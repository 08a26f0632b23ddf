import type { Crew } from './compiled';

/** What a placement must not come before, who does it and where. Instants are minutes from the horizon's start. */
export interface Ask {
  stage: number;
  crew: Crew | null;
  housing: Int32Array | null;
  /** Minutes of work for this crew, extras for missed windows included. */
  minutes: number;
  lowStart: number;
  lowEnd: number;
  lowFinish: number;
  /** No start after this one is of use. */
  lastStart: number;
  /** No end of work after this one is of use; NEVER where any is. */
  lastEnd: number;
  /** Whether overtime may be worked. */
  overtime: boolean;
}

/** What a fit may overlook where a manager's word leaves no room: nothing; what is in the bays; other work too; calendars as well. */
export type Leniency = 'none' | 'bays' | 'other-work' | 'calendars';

-*-

Using the data above, tally each line that has the string "type" and report only the sum.

2